5. Satisfactory agreement between the experimental data and the calculation by the semi-empirical algorithm for stationary vapor condensation on a horizontal tube bundle is shown.

NOTATIONS

 \({{C}_{p}}\)—specific heat capacity at constant pressure, J/kg\(\cdot\)K

 \(D\)—outer tube diameter, m

 \(d\)—inner tube diameter, m

 \(g\)—acceleration of gravity, m\(^{2}\)/s

 \(L=\pi R\)—length of the half-perimeter of the tube, m

 \(L_{ENT}\)—length of the entrance region, m

 \({{l}_{\sigma}}=\sqrt{{\sigma}/{\left([g{{\rho}_{L}}-{{\rho}_{V}}]\right)}}\)—capillary constant, m

 \({{l}_{\nu}}={{\left({{\nu}^{2}}/{g}\;\right)}^{1/3}}\)—viscous-gravitational constant, m

 \(q\)—heat flux density, W/m\(^{2}\)

 \(Q\)—heat flux, W

 \(R\)—tube radius, m

 \(r\)—latent heat of vaporization, J/kg

Greek Symbols

 \(\alpha\)—heat transfer coefficient, W/m\(^{2}\)K

 \(\delta\)—film thickness, m

 \(\lambda\)—heat conductivity, W/(m\(\cdot\)K)

 \(\mu\)\(\nu\)—dynamic and kinematic viscosity, Pa\(\cdot\)s; m\(^{2}\)/s

 \(\rho\)—density, kg/m\(^{3}\)

 \(\sigma\)—surface tension, N/m

 \(\tau\)—shear stress, Pa

Dimensionless Parameters

 \({\rm Ka}={{\left({{l}_{\sigma}}/{{l}_{\nu}}\right)}^{6}}={{\sigma}^{3}}/{\left({{\nu}^{4}}{{\rho}^{3}}g\right)}\)—Kapitza number

 \({\rm Re}=\frac{U\cdot\delta}{\nu}=\frac{q\cdot L}{\mu r}\)—film Reynolds number

Re\(_{*}\)—Reynolds number with \(L={{l}_{\sigma}}\)

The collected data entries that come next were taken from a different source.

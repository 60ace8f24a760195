package store

import (
	"context"
	"encoding/json"
	"fmt"
	"slices"
	"strconv"
	"time"

	"github.com/jackc/pgx/v5"
	"gorm.io/gorm"

	"kelvard/health"
)

// FindingStatus is where a finding is in its life: open when first raised,
// acknowledged by a planner, suppressed by a planner until an expiry, and
// resolved once its condition has cleared for long enough.
type FindingStatus string

// Finding statuses (DESIGN.md section 5).
const (
	FindingOpen         FindingStatus = "open"
	FindingAcknowledged FindingStatus = "acknowledged"
	FindingSuppressed   FindingStatus = "suppressed"
	FindingResolved     FindingStatus = "resolved"
)

// FindingStatuses lists every status.
func FindingStatuses() []FindingStatus {
	return []FindingStatus{FindingOpen, FindingAcknowledged, FindingSuppressed, FindingResolved}
}

// Finding is one rule holding for one drive, with its lifecycle. One
// unresolved finding exists per (drive, rule); resolved ones are history.
type Finding struct {
	ID           int64             `json:"id" gorm:"primaryKey"`
	DriveID      int64             `json:"drive_id"`
	SiteID       int64             `json:"site_id"`
	AreaID       *int64            `json:"area_id"`
	PositionID   *int64            `json:"position_id"`
	Rule         string            `json:"rule"`
	Kind         health.Kind       `json:"kind"`
	Severity     health.Severity   `json:"severity"`
	Status       FindingStatus     `json:"status"`
	Message      string            `json:"message"`
	Evidence     []health.Evidence `json:"evidence" gorm:"serializer:json"`
	Remedy       string            `json:"remedy"`
	PhysicalWork bool              `json:"physical_work"`
	// Caution is health.SafetyCaution when the remedy means physical work.
	Caution         string     `json:"caution,omitempty" gorm:"-"`
	FirstSeenAt     time.Time  `json:"first_seen_at"`
	LastSeenAt      time.Time  `json:"last_seen_at"`
	ClearedAt       *time.Time `json:"cleared_at"`
	ResolvedAt      *time.Time `json:"resolved_at"`
	AcknowledgedAt  *time.Time `json:"acknowledged_at"`
	AcknowledgedBy  string     `json:"acknowledged_by"`
	SuppressedAt    *time.Time `json:"suppressed_at"`
	SuppressedBy    string     `json:"suppressed_by"`
	SuppressedUntil *time.Time `json:"suppressed_until"`
	StatusReason    string     `json:"status_reason"`
	CreatedAt       time.Time  `json:"created_at"`
	UpdatedAt       time.Time  `json:"updated_at"`
}
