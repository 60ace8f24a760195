package web

import (
	"fmt"
	"math"
	"net/http"
	"slices"
	"strings"

	"kelvard/health"
	"kelvard/store/plan"
	"kelvard/web/chart"
)

// plotGroupsMax is the most groups one probability plot draws: beyond it
// markers and dashes repeat and the plot stops being readable.
const plotGroupsMax = 8

// reliabilityPage is the fleet's failure statistics: Weibull fits of the
// chosen grouping and failure mode with their probability plot, every
// fit in a table, the spares per model and the backtest of the capacitor
// life model.
type reliabilityPage struct {
	R         plan.Reliability
	Dimension string
	Mode      string
	ModeName  string
	// DimensionName names the grouping in words.
	DimensionName string
	Dimensions    []choiceCount
	Modes         []choiceCount
	// Groups are the fits of the chosen dimension and mode.
	Groups []plan.GroupFit
	Plot   chartView
	Spares []sparesView
	// Confidence is the bounds' two-sided level as a percentage.
	Confidence string
	// Levels are the spares' service levels as percentages.
	Levels []string
}

// sparesView is one model's spares with its plans at the service levels.
type sparesView struct {
	plan.SparesRow
	Plans []health.SparesPlan
}

// dimensionLabels name the groupings for people.
var dimensionLabels = map[string]string{
	plan.DimensionFleet:       "the whole fleet",
	plan.DimensionModel:       "drive model",
	plan.DimensionEnvironment: "environment class (location / ISA-71.04 level)",
}

// reliability shows the fleet statistics.
func (h *Handler) reliability(w http.ResponseWriter, r *http.Request) {
	q := r.URL.Query()
	dim, mode := q.Get("dimension"), q.Get("mode")
	if dim == "" {
		dim = plan.DimensionModel
	}
	if mode == "" {
		mode = string(health.FailureCapacitors)
	}
	if _, ok := dimensionLabels[dim]; !ok {
		h.errorPage(w, r, http.StatusBadRequest, "Group by the fleet, the drive model or the environment class.")
		return
	}
	if mode != plan.ModeAny && !health.FailureMode(mode).Valid() {
		h.errorPage(w, r, http.StatusBadRequest, "That failure mode is not one kelvard knows.")
		return
	}
	rel, err := plan.ReliabilityFor(r.Context(), h.st, plan.Config{})
	if err != nil {
		h.fail(w, r, err)
		return
	}
	p := reliabilityPage{R: rel, Dimension: dim, Mode: mode, ModeName: modeLabel(mode), DimensionName: dimensionLabels[dim],
		Confidence: trimNum(rel.Settings.Confidence*100, 1) + "\u00a0%"}
	for _, d := range []string{plan.DimensionFleet, plan.DimensionModel, plan.DimensionEnvironment} {
		p.Dimensions = append(p.Dimensions, choiceCount{Key: d, Label: dimensionLabels[d], Current: d == dim})
	}
	for _, m := range append(health.FailureModes(), plan.ModeAny) {
		p.Modes = append(p.Modes, choiceCount{Key: string(m), Label: modeLabel(string(m)), Current: string(m) == mode})
	}
	for _, g := range rel.Groups {
		if g.Dimension == dim && g.Mode == mode {
			p.Groups = append(p.Groups, g)
		}
	}
	for _, l := range rel.Settings.ServiceLevels {
		p.Levels = append(p.Levels, trimNum(l*100, 1)+"\u00a0%")
	}
	for _, s := range rel.Spares {
		sv := sparesView{SparesRow: s}
		for _, l := range rel.Settings.ServiceLevels {
			i := slices.IndexFunc(s.Levels, func(sp health.SparesPlan) bool { return math.Abs(sp.ServiceLevel-l) < 1e-9 })
			if i >= 0 {
				sv.Plans = append(sv.Plans, s.Levels[i])
			} else {
				sv.Plans = append(sv.Plans, health.SparesPlan{})
			}
		}
		p.Spares = append(p.Spares, sv)
	}
	p.Plot = probabilityChart(p.Groups, dim, p.ModeName, p.Confidence)
	h.render(w, r, http.StatusOK, "reliability", "Fleet reliability", "reliability", p)
}

// probabilityChart draws the failures of each group on Weibull paper with
// its fitted line, with the points and fits as a table and each group's
// fit in a sentence.
func probabilityChart(groups []plan.GroupFit, dim, mode, confidence string) chartView {
	cv := chartView{ID: "chart-weibull", Title: "Weibull probability plot: " + mode + " by " + dimensionLabels[dim],
		Caption: "Each failure at its age and median rank (Benard's approximation, with Johnson's adjusted ranks where units are still running), " +
			"on axes where a Weibull distribution is a straight line: age on a log scale against ln(−ln(1 − F)). " +
			"The lines are the maximum-likelihood fits, which count the suspensions too."}
	spec := chart.ProbSpec{}
	drawn := 0
	for _, g := range groups {
		if len(g.Plot) == 0 && g.Fit == nil {
			if g.Lives > 0 {
				cv.Summary = append(cv.Summary, fmt.Sprintf("%s: no failures among %d lives; nothing to draw.", g.Group, g.Lives))
			}
			continue
		}
		if drawn == plotGroupsMax {
			cv.Summary = append(cv.Summary, fmt.Sprintf("%s: not drawn (the plot shows %d groups at most); see the fits table.", g.Group, plotGroupsMax))
			continue
		}
		pg := chart.ProbGroup{Name: g.Group, Class: fmt.Sprintf("g-%d", drawn), Marker: chart.MarkerShapes[drawn%len(chart.MarkerShapes)]}
		for _, pt := range g.Plot {
			pg.Points = append(pg.Points, chart.ProbPoint{AgeH: pt.AgeH, F: pt.MedianRank})
		}
		sentence := fmt.Sprintf("%s: %d failure%s and %d suspension%s", g.Group, g.Failures, plural(g.Failures), g.Suspensions, plural(g.Suspensions))
		if g.Fit != nil {
			pg.Shape, pg.Scale = g.Fit.Shape, g.Fit.Scale
			sentence += fmt.Sprintf("; fitted shape %s (%s bounds %s to %s), scale %s, B10 life %s (%s to %s).",
				trimNum(g.Fit.Shape, 2), confidence, trimNum(g.Fit.ShapeBounds.Lower, 2), trimNum(g.Fit.ShapeBounds.Upper, 2),
				hoursShort(g.Fit.Scale), hoursShort(g.Fit.B10H), hoursShort(g.Fit.B10Bounds.Lower), hoursShort(g.Fit.B10Bounds.Upper))
		} else {
			sentence += "; " + g.Note + ", so the points are drawn without a line."
		}
		cv.Summary = append(cv.Summary, sentence)
		cv.Legend = append(cv.Legend, legendItem{Name: g.Group, Class: pg.Class, Kind: "marker", Marker: pg.Marker, Line: g.Fit != nil})
		spec.Groups = append(spec.Groups, pg)
		for _, pt := range g.Plot {
			cv.Table.Rows = append(cv.Table.Rows, []string{g.Group, hoursShort(pt.AgeH), trimNum(pt.Rank, 3), percent(pt.MedianRank),
				trimNum(pt.X, 3), trimNum(pt.Y, 3)})
		}
		drawn++
	}
	cv.Table.Head = []string{"Group", "Age at failure", "Adjusted rank", "Median rank F", "ln t", "ln(−ln(1 − F))"}
	layout := chart.Probability(spec)
	cv.Prob = &layout
	if layout.Empty {
		cv.Empty = "No failures of this mode in any group: nothing to plot."
	}
	return cv
}

// hoursShort writes hours as a grouped whole number with the unit.
func hoursShort(h float64) string {
	if math.IsNaN(h) || math.IsInf(h, 0) || h < 0 {
		return "–"
	}
	return grouped(math.Round(h)) + " h"
}

// groupNote is a fit's summary for the all-fits table.
func groupNote(g plan.GroupFit) string {
	if g.Fit == nil {
		return strings.TrimSpace(g.Note)
	}
	return fmt.Sprintf("shape %s, scale %s, B10 %s", trimNum(g.Fit.Shape, 2), hoursShort(g.Fit.Scale), hoursShort(g.Fit.B10H))
}
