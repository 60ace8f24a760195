package web

import (
	"fmt"
	"math"
	"slices"
	"strings"
	"time"

	"kelvard/store"
	"kelvard/web/chart"
)

// chartView is a chart with its text alternative: a summary in sentences
// and the plotted values in a table.
type chartView struct {
	ID      string
	Title   string
	Caption string
	Layout  chart.Layout
	// Bars or Prob, when set, draw a stacked bar chart or a Weibull
	// probability plot instead of the time series in Layout.
	Bars    *chart.BarLayout
	Prob    *chart.ProbLayout
	Legend  []legendItem
	Summary []string
	Table   dataTable
	// Empty says why nothing is drawn.
	Empty string
}

// legendItem names a line, area, reference line, bar part or plotted
// group (Kind "line", "area", "rule", "bar" or "marker") and its look;
// Marker is a marker's shape and Line whether a fitted line goes with it.
type legendItem struct {
	Name, Class, Kind string
	Marker            string
	Line              bool
}

// dataTable is a chart's values as a table.
type dataTable struct {
	Head []string
	Rows [][]string
}

// lifeHorizon is the furthest a life chart looks ahead.
const lifeHorizon = 15 * 365 * 24 * time.Hour

// lifeChart plots capacitor and fan life used since each part was fitted,
// from the daily assessment history, and the straight projection to the
// projected end of life.
func lifeChart(v store.DriveView, a store.Assessment, hist []store.AssessmentDay, now time.Time) chartView {
	cv := chartView{ID: "chart-life", Title: "Capacitor and fan life used",
		Caption: "Share of rated life used by the parts fitted now, from their fitting to today, and the projected end of life at the trailing-year rate (dashed)."}
	end := now.AddDate(1, 0, 0)
	for _, e := range []*time.Time{a.CapacitorEndOfLife, a.FanEndOfLife} {
		if e != nil && e.After(end) {
			end = *e
		}
	}
	if end.Sub(now) > lifeHorizon {
		end = now.Add(lifeHorizon)
	}
	type part struct {
		name, class string
		fitted      *store.Component
		used        float64
		eol         *time.Time
		hist        func(store.AssessmentDay) float64
	}
	parts := []part{
		{"Capacitors", "s-cap", v.Capacitor, a.CapacitorLifeUsedFraction, a.CapacitorEndOfLife, func(d store.AssessmentDay) float64 { return d.CapacitorLifeUsedFraction }},
		{"Fan", "s-fan", v.Fan, a.FanLifeUsedFraction, a.FanEndOfLife, func(d store.AssessmentDay) float64 { return d.FanLifeUsedFraction }},
	}
	spec := chart.Spec{Unit: "% of rated life", Min: 0, Max: 100, Now: now, To: end,
		Rules: []chart.Rule{{Label: "End of life", Value: 100, Class: "r-limit"}}}
	rows := map[time.Time][]string{}
	put := func(t time.Time, i int, s string) {
		r := rows[t]
		if r == nil {
			r = []string{"", ""}
		}
		r[i] = s
		rows[t] = r
	}
	start := now
	for i, pt := range parts {
		var pts []chart.Point
		if pt.fitted != nil {
			pts = append(pts, chart.Point{At: pt.fitted.InstalledAt, Value: 0})
			put(pt.fitted.InstalledAt, i, "0 % (fitted)")
			if pt.fitted.InstalledAt.Before(start) {
				start = pt.fitted.InstalledAt
			}
		}
		for _, d := range hist {
			day, err := time.Parse(time.DateOnly, d.Day)
			if err != nil || (pt.fitted != nil && day.Before(pt.fitted.InstalledAt)) {
				continue
			}
			pts = append(pts, chart.Point{At: day, Value: pt.hist(d) * 100})
		}
		pts = append(pts, chart.Point{At: a.At, Value: pt.used * 100})
		put(a.At, i, percent(pt.used)+" (latest assessment)")
		spec.Series = append(spec.Series, chart.Series{Name: pt.name + ", life used", Class: pt.class, Points: pts, Markers: len(pts) < 40})
		cv.Legend = append(cv.Legend, legendItem{Name: pt.name + ", life used", Class: pt.class, Kind: "line"})
		sentence := fmt.Sprintf("%s: %s of rated life used at the latest assessment (%s)", pt.name, percent(pt.used), date(a.At))
		switch {
		case pt.used >= 1:
			sentence += "; the end of life has been reached."
		case pt.eol != nil && pt.eol.After(a.At):
			proj := []chart.Point{{At: a.At, Value: pt.used * 100}, {At: *pt.eol, Value: 100}}
			if pt.eol.After(end) {
				frac := float64(end.Sub(a.At)) / float64(pt.eol.Sub(a.At))
				proj[1] = chart.Point{At: end, Value: pt.used*100 + frac*(100-pt.used*100)}
				sentence += fmt.Sprintf("; projected to reach the end of life on %s, beyond this chart.", date(*pt.eol))
			} else {
				sentence += fmt.Sprintf("; projected to reach the end of life on %s.", date(*pt.eol))
			}
			put(*pt.eol, i, "100 % (projected end of life)")
			spec.Series = append(spec.Series, chart.Series{Name: pt.name + ", projection", Class: pt.class + " proj", Points: proj})
			cv.Legend = append(cv.Legend, legendItem{Name: pt.name + ", projection", Class: pt.class + " proj", Kind: "line"})
		default:
			sentence += "; no end of life can be projected yet."
		}
		cv.Summary = append(cv.Summary, sentence)
	}
	spec.From = start
	if !spec.From.Before(spec.To) {
		spec.From = spec.To.AddDate(-1, 0, 0)
	}
	cv.Legend = append(cv.Legend, legendItem{Name: "End of life (100 %)", Class: "r-limit", Kind: "rule"})
	cv.Layout = chart.Lay(spec)
	cv.Table.Head = []string{"Date", "Capacitors", "Fan"}
	times := make([]time.Time, 0, len(rows))
	for t := range rows {
		times = append(times, t)
	}
	slices.SortFunc(times, func(x, y time.Time) int { return x.Compare(y) })
	for _, t := range times {
		cv.Table.Rows = append(cv.Table.Rows, append([]string{date(t)}, rows[t]...))
	}
	return cv
}

// readingCharts plots the readings of a range: temperatures, current
// against the allowed current, and the DC bus.
func readingCharts(v store.DriveView, a *store.Assessment, d *deratingView, hist []store.AssessmentDay, buckets []store.ReadingBucket,
	from, to time.Time, rangeLabel string, u Units) []chartView {
	when := func(t time.Time) string { return t.UTC().Format("2 Jan 15:04") }
	if len(buckets) > 1 && buckets[1].Start.Sub(buckets[0].Start) >= 24*time.Hour {
		when = date
	}
	empty := "No readings in the last " + rangeLabel + "."
	val := func(p *float64, conv func(float64) float64) float64 {
		if p == nil {
			return math.NaN()
		}
		return conv(*p)
	}
	ident := func(x float64) float64 { return x }
	type line struct {
		name, class string
		get         func(store.ReadingBucket) *float64
		conv        func(float64) float64
		unit        func(float64) string
	}
	build := func(cv chartView, spec chart.Spec, lines []line) chartView {
		spec.From, spec.To = from, to
		cv.Table.Head = []string{"Interval starting"}
		for _, l := range lines {
			var pts []chart.Point
			var vals []float64
			var last chart.Point
			for _, b := range buckets {
				x := val(l.get(b), l.conv)
				pts = append(pts, chart.Point{At: b.Start, Value: x})
				if !math.IsNaN(x) {
					vals = append(vals, x)
					last = chart.Point{At: b.Start, Value: x}
				}
			}
			spec.Series = append(spec.Series, chart.Series{Name: l.name, Class: l.class, Points: pts})
			cv.Legend = append(cv.Legend, legendItem{Name: l.name, Class: l.class, Kind: "line"})
			cv.Table.Head = append(cv.Table.Head, l.name)
			if len(vals) == 0 {
				if len(buckets) > 0 {
					cv.Summary = append(cv.Summary, l.name+": not logged in this range.")
				}
				continue
			}
			mean := 0.0
			for _, x := range vals {
				mean += x
			}
			mean /= float64(len(vals))
			cv.Summary = append(cv.Summary, fmt.Sprintf("%s: mean %s, lowest %s, highest %s, latest %s (%s).", l.name,
				l.unit(mean), l.unit(slices.Min(vals)), l.unit(slices.Max(vals)), l.unit(last.Value), when(last.At)))
		}
		for _, r := range spec.Rules {
			cv.Legend = append(cv.Legend, legendItem{Name: r.Label, Class: r.Class, Kind: "rule"})
		}
		for _, r := range spec.Ranges {
			cv.Legend = append(cv.Legend, legendItem{Name: r.Name, Class: r.Class, Kind: "area"})
		}
		for _, b := range buckets {
			row := []string{when(b.Start)}
			for _, l := range lines {
				x := val(l.get(b), l.conv)
				if math.IsNaN(x) {
					row = append(row, "–")
				} else {
					row = append(row, l.unit(x))
				}
			}
			cv.Table.Rows = append(cv.Table.Rows, row)
		}
		cv.Layout = chart.Lay(spec)
		if len(buckets) == 0 || cv.Layout.Empty {
			cv.Empty = empty
		}
		return cv
	}
	temp := func(x float64) string { return trimNum(x, 1) + " " + u.TempUnit() }
	amps := func(x float64) string { return trimNum(x, 1) + " A" }
	volts := func(x float64) string { return trimNum(x, 0) + " V" }

	tSpec := chart.Spec{Unit: u.TempUnit(), Min: math.NaN(), Max: math.NaN()}
	if m := v.Model; m.RatedAmbientC > 0 {
		tSpec.Rules = append(tSpec.Rules, chart.Rule{Label: "Rated ambient " + u.Temp(m.RatedAmbientC), Value: u.TempValue(m.RatedAmbientC), Class: "r-rated"})
		if m.MaxAmbientC > m.RatedAmbientC {
			tSpec.Rules = append(tSpec.Rules, chart.Rule{Label: "Maximum ambient " + u.Temp(m.MaxAmbientC), Value: u.TempValue(m.MaxAmbientC), Class: "r-limit"})
		}
	}
	temps := build(chartView{ID: "chart-temp", Title: "Temperatures",
		Caption: "Mean air and heatsink temperatures per interval over the last " + rangeLabel + ", against the model's rated and maximum ambient."},
		tSpec, []line{
			{"Ambient air", "s-amb", func(b store.ReadingBucket) *float64 { return b.AmbientC }, u.TempValue, temp},
			{"Air inside", "s-int", func(b store.ReadingBucket) *float64 { return b.InternalAirC }, u.TempValue, temp},
			{"Heatsink", "s-hs", func(b store.ReadingBucket) *float64 { return b.HeatsinkC }, u.TempValue, temp},
		})

	cSpec := chart.Spec{Unit: "A", Min: 0, Max: math.NaN()}
	if a != nil && a.AllowedCurrentA != nil {
		cSpec.Rules = append(cSpec.Rules, chart.Rule{Label: "Allowed continuous " + amps(*a.AllowedCurrentA), Value: *a.AllowedCurrentA, Class: "r-limit"})
	}
	if d != nil && (a == nil || a.AllowedCurrentA == nil || math.Abs(d.RatedA-*a.AllowedCurrentA) > 0.05) {
		cSpec.Rules = append(cSpec.Rules, chart.Rule{Label: "Rated, " + string(d.Duty) + " duty " + amps(d.RatedA), Value: d.RatedA, Class: "r-rated"})
	}
	var allowed []chart.Point
	distinct := map[float64]bool{}
	for _, day := range hist {
		t, err := time.Parse(time.DateOnly, day.Day)
		if err != nil || day.AllowedCurrentA == nil || t.Before(from) {
			continue
		}
		allowed = append(allowed, chart.Point{At: t, Value: *day.AllowedCurrentA})
		distinct[*day.AllowedCurrentA] = true
	}
	if len(distinct) > 1 {
		// The allowed current changed in the range (a register change):
		// draw its daily values too.
		cSpec.Series = append(cSpec.Series, chart.Series{Name: "Allowed current by day", Class: "s-allowed", Points: allowed, Markers: true})
	}
	current := build(chartView{ID: "chart-current", Title: "Current against allowed current",
		Caption: "Mean and peak output current per interval over the last " + rangeLabel + ", against the continuous current allowed once derated."},
		cSpec, []line{
			{"Mean current", "s-cur", func(b store.ReadingBucket) *float64 { return b.CurrentA }, ident, amps},
			{"Peak current", "s-peak", func(b store.ReadingBucket) *float64 { return b.PeakCurrentA }, ident, amps},
		})
	if len(distinct) > 1 {
		current.Summary = append(current.Summary, "The allowed current changed in this range; its daily values are drawn as dots.")
		current.Legend = append(current.Legend, legendItem{Name: "Allowed current by day", Class: "s-allowed", Kind: "line"})
	}

	bSpec := chart.Spec{Unit: "V", Min: math.NaN(), Max: math.NaN()}
	if v.Position != nil && v.Position.Position.SupplyVoltageV > 0 {
		// Light-load DC bus ≈ √2 × line voltage (power electronics
		// handbooks; DESIGN.md section 3).
		exp := math.Sqrt2 * v.Position.Position.SupplyVoltageV
		bSpec.Rules = append(bSpec.Rules, chart.Rule{Label: "Expected at light load " + volts(exp), Value: exp, Class: "r-rated"})
	}
	if v.Model.BusTripV > 0 {
		bSpec.Rules = append(bSpec.Rules, chart.Rule{Label: "Over-voltage trip " + volts(v.Model.BusTripV), Value: v.Model.BusTripV, Class: "r-limit"})
	}
	var lo, hi []chart.Point
	for _, b := range buckets {
		lo = append(lo, chart.Point{At: b.Start, Value: val(b.BusMinV, ident)})
		hi = append(hi, chart.Point{At: b.Start, Value: val(b.BusMaxV, ident)})
	}
	bSpec.Ranges = []chart.Range{{Name: "Lowest to highest in the interval", Class: "a-bus", Low: lo, High: hi}}
	bus := build(chartView{ID: "chart-bus", Title: "DC-bus voltage",
		Caption: "Mean DC-bus voltage per interval over the last " + rangeLabel + ", with the interval's range shaded, against the expected light-load value and the trip level."},
		bSpec, []line{
			{"Mean bus voltage", "s-bus", func(b store.ReadingBucket) *float64 { return b.BusV }, ident, volts},
			{"Lowest in the interval", "s-buslo", func(b store.ReadingBucket) *float64 { return b.BusMinV }, ident, volts},
			{"Highest in the interval", "s-bushi", func(b store.ReadingBucket) *float64 { return b.BusMaxV }, ident, volts},
		})
	// The lowest and highest are drawn as the shaded range, not as lines.
	bus.Layout.Lines = slices.DeleteFunc(bus.Layout.Lines, func(l chart.Line) bool { return strings.HasPrefix(l.Class, "s-bus") && l.Class != "s-bus" })
	bus.Legend = slices.DeleteFunc(bus.Legend, func(l legendItem) bool { return l.Class == "s-buslo" || l.Class == "s-bushi" })
	return []chartView{temps, current, bus}
}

 \({\rm Pr}={\mu{{C}_{p}}}/{\lambda}\)—Prandtl number

 \({\rm Ga}={g{{D}^{3}}}/{{\nu}^{2}}\)—Galileo number

 \({\rm Nu}={\alpha\cdot L}/{\lambda}\)—Nusselt number

 \({\rm Nu}^{*}=\alpha\cdot l_{\nu}/\lambda\)—Nusselt number with \(L={{l}_{v}}\)

Indices

 \(L\)—liquid, \(S\)—saturation, \(V\)—vapor, \(W\)—wall, \(cr\)—critical, \(l\)—laminar, \(t\)—turbulent, \(w\)—wave.

FUNDING

The work was carried out within the framework of the state assignment to IT SB RAS (project no. 12103100216-1).

CONFLICT OF INTEREST

The authors of this work declare that they have no conflicts of interest.